Trump tour de force: ‘No apologies, didn’t bow to anyone’

Published May 27, 2017 1:53pm ET



This week’s White House Report Card certainly suggests that President Trump ought to spend more time out of the country. Because after a winning week overseas, he is coming back to the same old, same old: questions about transition talk with Russians and attacks on his spending priorities.

John Zogby


President Trump traveled to the Middle East and Europe this week and his trip was a success by one important standard: he was able to change the conversation and main headlines away from the Russia investigation and talk of impeachment.


The trip was not without controversy: he sidled up to an authoritarian regime in Saudi Arabia, publicly disagreed with the Pope, got dissed by German Chancellor Angela Merkel and British Prime Minister Teresa May, and chastised the leaders of NATO countries for being deadbeats. But he is the president, he mingled with the world elite (even pushed one aside), and he changed the topic.

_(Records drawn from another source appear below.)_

// Metrics and provenance are free-form maps a newer writer may extend, so only their kind of
// data is checked: what JSON can hold. MessagePack can also carry 64-bit integers, which
// msgpackr decodes as BigInt when they do not fit a double, and JSON.stringify throws on a
// BigInt: a flipped bit would then break /v1/model and `sluice inspect`. Those are refused.

import { MAX_METADATA_DEPTH } from "./header-limits.ts";
import { isPlainMap } from "./validate-policy.ts";

/**
 * Null when `value` is JSON-like data (maps, arrays, strings, numbers, booleans, nil,
 * dates, bytes) at most MAX_METADATA_DEPTH deep; else a short note of what and where.
 * @example metadataProblem({ f1: 0.93 }) // null
 */
export function metadataProblem(value: unknown, path = "", depth = 0): string | null {
  // NaN and ±Infinity become null in JSON (a build records NaN for a metric it could not compute).
  if (value === null || typeof value === "string" || typeof value === "boolean" || typeof value === "number") return null;
  if (typeof value === "bigint") return `${path || "(value)"} is a 64-bit integer outside the exact range of a double`;
  if (value instanceof Date || value instanceof Uint8Array) return null;
  if (depth >= MAX_METADATA_DEPTH) return `${path} nests deeper than ${MAX_METADATA_DEPTH} levels`;
  if (Array.isArray(value)) {
    for (let i = 0; i < value.length; i++) {
      const problem = metadataProblem(value[i], `${path}[${i}]`, depth + 1);
      if (problem !== null) return problem;
    }
    return null;
  }
  if (isPlainMap(value)) {
    for (const [key, item] of Object.entries(value as Record<string, unknown>)) {
      const problem = metadataProblem(item, path === "" ? key : `${path}.${key}`, depth + 1);
      if (problem !== null) return problem;
    }
    return null;
  }
  return `${path || "(value)"} is a ${typeof value}, which JSON cannot hold`;
}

Meanwhile back at home, he proposed a budget that is dead on arrival (and anyone who backs it is politically dead on arrival) and his latest version of Obamacare repeal is repelling – 23 million people would lose coverage, Medicaid would be slashed, and the deficit is barely touched. It is a bill that puts a smile on House Speaker Paul Ryan’s face and gives Senate Majority Leader Mitch McConnell cramps – at least one which is a worthy achievement. He has to come home to face the music, but this week was okay.

Grade C-

Jed Babbin


President Trump had a very good week visiting the Saudis, the Israelis, the Vatican, NATO and the G7. Former president Obama bowed to the Saudi king in 2009 and his wife wore a veil. Trump didn’t bow to anyone and neither FLOTUS nor first daughter Ivanka wore a headscarf. Trump made no apologies for America and challenged the assembled Muslim leaders to clean their own houses of terrorism.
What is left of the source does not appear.